*** INFORMATION Section Begins ***
"""The blind index is built once, whoever asks first, and does without a folder where none can be written."""

from __future__ import annotations

import multiprocessing
import os
from pathlib import Path

import numpy as np
import pytest

SMALL = 400  # stars: the whole sky in a moment


def build(cache: str, start: object, answers: object) -> None:
    """In a process of its own: build a small index with this cache folder, and tell what came of it."""
    os.environ["XDG_CACHE_HOME"] = cache
    from imaging.stars import index

    index.LEVELS = (index.Level(SMALL, 8),)
    ticks: list[tuple[int, int]] = []
    start.wait(60)
    built = index.quad_index(lambda done, total: ticks.append((done, total)))
    again = index.quad_index()
    mapped = isinstance(built.keys, np.memmap)
    answers.put((len(built), int(built.keys.sum()), mapped, len(ticks), len(again)))


def answers_of(cache: Path, processes: int) -> list[tuple[int, int, bool, int, int]]:
    context = multiprocessing.get_context("spawn")
    start, answers = context.Barrier(processes), context.Queue()
    running = [context.Process(target=build, args=(str(cache), start, answers)) for _ in range(processes)]
    for one in running:
        one.start()
    told = [answers.get(timeout=100) for _ in running]
    for one in running:
        one.join(20)
    assert all(one.exitcode == 0 for one in running)
    return told


@pytest.mark.slow
def test_two_processes_that_build_at_once_both_get_the_one_index(tmp_path):
    one, other = answers_of(tmp_path, 2)
    assert one[:2] == other[:2]
    assert one[0] > 1000
    folders = [path.name for path in (tmp_path / "syzygraph").iterdir() if "quads" in path.name]
    assert len(folders) == 1
    assert not folders[0].startswith(".part")
    (later,) = answers_of(tmp_path, 1)
    assert later[:2] == one[:2]
    assert later[2]  # mapped from the file
    assert later[3] == 0  # nothing was built


@pytest.mark.slow
@pytest.mark.parametrize("damage", ["a file in the way", "a damaged index"])
def test_a_cache_that_cannot_be_used_costs_time_and_nothing_else(tmp_path, damage):
    if damage == "a file in the way":
        (tmp_path / "cache").write_text("not a folder")
        (told,) = answers_of(tmp_path / "cache", 1)
        assert not told[2]
    else:
        (first,) = answers_of(tmp_path, 1)
        (folder,) = (path for path in (tmp_path / "syzygraph").iterdir() if "quads" in path.name)
        (folder / "codes.npy").write_bytes(b"\x93NUMPY")
        (told,) = answers_of(tmp_path, 1)
        assert told[:2] == first[:2]
    assert told[0] > 1000
    assert told[3] > 0  # progress was told
    assert told[4] == told[0]  # and it is not built again for the next frame
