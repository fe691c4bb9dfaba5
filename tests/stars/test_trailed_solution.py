"""A frame from a tripod that stood still points where it pointed in the middle of its exposure."""

from __future__ import annotations

import numpy as np
import pytest
from astropy.wcs import WCS
from scipy.special import erf

from imaging.stars.detection import detect
from imaging.stars.solve import Hint, solve_detections
from planner.sky.stars import stars_in_field

SHAPE, SCALE, TT_S = (800, 1200), 60.0, 27 * 365.25 * 86400.0
SIDEREAL_ARCSEC_S = 15.041


def tripod_frame(ra_deg, dec_deg, exposure_s, seed=1, fwhm=2.4):
    """A frame whose camera pointed at (ra, dec) at mid-exposure while the sky turned: own projection, 7 points a px."""
    wcs = WCS(naxis=2)
    wcs.wcs.ctype, wcs.wcs.crval = ["RA---TAN", "DEC--TAN"], [ra_deg, dec_deg]
    wcs.wcs.crpix = [(SHAPE[1] + 1) / 2, (SHAPE[0] + 1) / 2]
    turn = np.radians(25.0)
    wcs.wcs.cd = SCALE / 3600 * np.array([[-np.cos(turn), np.sin(turn)], [np.sin(turn), np.cos(turn)]])
    stars = stars_in_field(ra_deg, dec_deg, 14.0, TT_S, 8.0)
    sky_turn = SIDEREAL_ARCSEC_S * exposure_s / 3600  # degrees of right ascension
    image, sigma = np.full(SHAPE, 300.0), fwhm / 2.3548
    steps = int(7 * SIDEREAL_ARCSEC_S * exposure_s / SCALE) + 7
    # the sky moves west over a camera that stands still: a star's right ascension falls
    along = 0.5 - (np.arange(steps) + 0.5) / steps
    for ra, dec, magnitude in zip(stars.ra_deg, stars.dec_deg, stars.magnitude, strict=True):
        x, y = wcs.all_world2pix(ra + along * sky_turn, np.full(steps, dec), 0)
        if not (-50 < x.mean() < SHAPE[1] + 50 and -50 < y.mean() < SHAPE[0] + 50):
            continue
        light = 10 ** (-0.4 * (magnitude - 19.5))
        rows = np.arange(max(int(y.min()) - 8, 0), min(int(y.max()) + 10, SHAPE[0]))
        columns = np.arange(max(int(x.min()) - 8, 0), min(int(x.max()) + 10, SHAPE[1]))
        if not len(rows) or not len(columns):
            continue
        fx, fy = (
            (
                erf((span + 0.5 - at[:, None]) / sigma / 2**0.5)
                - erf((span - 0.5 - at[:, None]) / sigma / 2**0.5)
            )
            / 2
            for span, at in ((columns, x), (rows, y))
        )
        image[rows[0] : rows[-1] + 1, columns[0] : columns[-1] + 1] += light / steps * fy.T @ fx
    rng = np.random.default_rng(seed)
    frame = (rng.poisson(image) + rng.normal(0, 4, SHAPE)).astype("float32")
    return np.minimum(frame, 60_000), wcs


@pytest.mark.parametrize(
    ("dec_deg", "exposure_s"), [(5.0, 30.0), pytest.param(62.0, 60.0, marks=pytest.mark.slow)]
)
def test_it_is_solved_for_the_middle_of_the_exposure(dec_deg, exposure_s):
    ra_deg = 95.0
    frame, wcs = tripod_frame(ra_deg, dec_deg, exposure_s)
    found = detect(frame, saturation_adu=60_000.0, gain_e_adu=1.0)
    assert found.trailed
    middle = SIDEREAL_ARCSEC_S * exposure_s * np.cos(np.radians(dec_deg)) / SCALE
    assert np.median(found.trail_length_px) == pytest.approx(middle, rel=0.1)
    solution = solve_detections(found, TT_S, "bottom", Hint((ra_deg + 2, dec_deg - 1), SCALE * 1.03))
    assert len(solution.matched.x_px) > 60
    assert solution.rms_px < 0.4
    x, y = np.meshgrid(np.linspace(100, SHAPE[1] - 100, 7), np.linspace(100, SHAPE[0] - 100, 5))
    back = np.array(solution.sky_to_pixel(*wcs.all_pix2world(x.ravel(), y.ravel(), 0)))
    away = np.hypot(back[0] - x.ravel(), back[1] - y.ravel())
    # 0.1 px is 0.4 s of the sky's motion here; an end taken for the middle would be off by half a trail
    assert np.median(away) < 0.1
    assert away.max() < 0.4
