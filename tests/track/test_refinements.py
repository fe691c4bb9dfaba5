"""Finer findings on the events of the example briefs: clock, drift, start for middle, site, scale, roll."""

from __future__ import annotations

from dataclasses import replace

import numpy as np
import pytest

from imaging.track.displaced import compass
from imaging.track.findings import diagnose
from imaging.track.path import PredictedPath
from imaging.track.refinements import clock_findings
from imaging.track.result import clock_words, with_sigma
from planner.sequence.documents import observer_of
from tests.track.synthetic import disc_sightings, star_sightings
from tests.track.test_recognition import scene


def told(event, frames):
    promise, question, *_ = scene(event)
    found = diagnose(frames, question)
    return found, clock_findings(found.reading, promise.plan, promise, question)


def times(event, count, rng):
    return np.sort(rng.choice(scene(event)[2], count, replace=False))


def test_a_slow_clock_is_told_with_its_size_and_sense():
    rng = np.random.default_rng(1)
    frames = disc_sightings(scene("transit")[0].path, times("transit", 30, rng), rng, -2.4, jitter_arcsec=0.1)
    found, clock = told("transit", frames)
    assert found.findings == ()
    assert [finding.name for finding in clock.findings] == ["clock-offset"]
    assert "slow: its stamps are earlier than UTC" in clock.findings[0].sentence
    assert clock.findings[0].value == pytest.approx(-2.4, abs=3 * clock.findings[0].sigma)


def test_a_drifting_clock_is_told_and_a_steady_one_is_not_accused():
    rng = np.random.default_rng(2)
    planned = times("transit", 60, rng)
    path = scene("transit")[0].path
    steady = disc_sightings(path, planned, rng, jitter_arcsec=0.1)
    drifting = disc_sightings(path, planned, rng, jitter_arcsec=0.1, drift=100.0 / 86400.0 * 10)
    assert [finding.name for finding in told("transit", steady)[1].findings] == []
    clock = told("transit", drifting)[1]
    assert "clock-drift" in [finding.name for finding in clock.findings]
    assert clock.drift_s_day == pytest.approx(1000.0, abs=4 * clock.drift_sigma_s_day)


def test_a_start_taken_for_the_middle_is_told_apart_from_a_wrong_clock():
    """Stamps are half an exposure early, and exposures differ: no constant offset explains both."""
    rng = np.random.default_rng(3)
    planned = times("retrograde", 40, rng)
    exposure = np.where(np.arange(40) % 2, 60.0, 300.0)
    frames = star_sightings(scene("retrograde")[0].path, planned, rng, sigma_arcsec=0.2)
    frames = replace(frames, tt_s=planned - exposure / 2, exposure_s=exposure)
    clock = told("retrograde", frames)[1]
    assert [finding.name for finding in clock.findings] == ["start-for-middle"]
    assert clock.findings[0].sentence.startswith("The start of each exposure was taken for its middle")
    assert "as exposures that differ tell" in clock.findings[0].sentence


@pytest.mark.parametrize(("sigma_arcsec", "name"), [(0.01, "start-for-middle"), (0.5, "clock-offset")])
def test_with_exposures_all_alike_a_start_for_a_middle_and_a_wrong_clock_are_both_named(sigma_arcsec, name):
    """The closer an offset is known to half the exposure, the less likely is a clock wrong by as much: odds say it."""
    rng = np.random.default_rng(3)
    planned = times("retrograde", 40, rng)
    frames = star_sightings(scene("retrograde")[0].path, planned, rng, sigma_arcsec=sigma_arcsec)
    exposure = np.full(40, 120.0)
    frames = replace(frames, tt_s=planned - exposure / 2, exposure_s=exposure)
    found = told("retrograde", frames)[1].findings
    assert [finding.name for finding in found] == [name]
    assert "taken for its middle" in found[0].sentence
    assert "slow" in found[0].sentence
    assert "odds" in found[0].sentence


def test_a_site_typed_wrong_by_a_fifth_of_a_degree_is_found_beside_the_moon():
    rng = np.random.default_rng(4)
    promise = scene("occultation")[0]
    there = replace(observer_of(promise.plan.site), latitude_deg=promise.plan.site.latitude_deg + 0.2)
    path = PredictedPath.of_plan(promise.plan, there)
    frames = disc_sightings(path, times("occultation", 40, rng), rng, sigma_arcsec=0.03, jitter_arcsec=0.05)
    found, clock = told("occultation", frames)
    assert found.explained
    moved = next(finding for finding in clock.findings if finding.name == "site-displaced")
    assert moved.value == pytest.approx(22.2, abs=max(4 * moved.sigma, 3.0))
    assert moved.unit == "km"


@pytest.mark.parametrize(("bearing", "name"), [(0, "N"), (90, "E"), (181, "S"), (359, "N"), (225, "SW")])
def test_directions_are_told_as_on_a_compass(bearing, name):
    assert compass(bearing) == name


@pytest.mark.parametrize(
    ("value", "sigma", "text"),
    [(7.3123, 0.42, "7.31 ± 0.42"), (1234.6, 30.0, "1235 ± 30"), (0.001234, 0.000031, "0.001234 ± 0.000031")],
)
def test_two_digits_of_the_sigma_decide_the_digits_shown(value, sigma, text):
    assert with_sigma(value, sigma) == text


def test_words_for_a_clock():
    assert "right as far as they tell" in clock_words(1.0, 0.5)
    assert clock_words(7.3, 0.5).endswith("7.30 ± 0.50 s fast")
    assert clock_words(-7.3, 0.5).endswith("7.30 ± 0.50 s slow")


@pytest.mark.parametrize("event", ["transit", "occultation"])
@pytest.mark.parametrize(
    ("slip", "faults"),
    [
        ("zone", {"clock_s": 3600.0 + 7.3}),
        ("zone", {"clock_s": -5.5 * 3600 + 7.3}),
        ("date", {"clock_s": 86400.0 + 7.3}),
        ("mirrored", {"clock_s": 7.3, "mirrored": True}),
    ],
)
def test_a_clock_error_is_named_beside_the_slip(event, slip, faults):
    rng = np.random.default_rng(5)
    frames = disc_sightings(scene(event)[0].path, times(event, 40, rng), rng, jitter_arcsec=0.1, **faults)
    found, clock = told(event, frames)
    assert [finding.name for finding in found.findings] == [slip]
    assert [finding.name for finding in clock.findings] == ["clock-offset"]
    assert clock.findings[0].value == pytest.approx(7.3, abs=4 * clock.findings[0].sigma)
    assert clock.findings[0].sentence.startswith("Beyond that the frames' clock is ")


def test_a_drift_and_a_wrong_site_are_named_beside_a_zone():
    rng = np.random.default_rng(6)
    promise = scene("occultation")[0]
    there = replace(observer_of(promise.plan.site), latitude_deg=promise.plan.site.latitude_deg + 0.2)
    path = PredictedPath.of_plan(promise.plan, there)
    planned = times("occultation", 40, rng)
    frames = disc_sightings(path, planned, rng, 3600.0, sigma_arcsec=0.03, jitter_arcsec=0.05)
    found, clock = told("occultation", frames)
    assert [finding.name for finding in found.findings] == ["zone"]
    assert "site-displaced" in [finding.name for finding in clock.findings]
    drifting = disc_sightings(promise.path, planned, rng, 3600.0, jitter_arcsec=0.05, drift=0.002)
    found, clock = told("occultation", drifting)
    assert [finding.name for finding in found.findings] == ["zone"]
    assert "clock-drift" in [finding.name for finding in clock.findings]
*** INFORMATION Section Ends ***
• DIRECTIONS: Could you copy out every line in the material above that contains the string "ticks"?

• ANSWER AREA:
    ticks: list[tuple[int, int]] = []
    built = index.quad_index(lambda done, total: ticks.append((done, total)))
    answers.put((len(built), int(built.keys.sum()), mapped, len(ticks), len(again)))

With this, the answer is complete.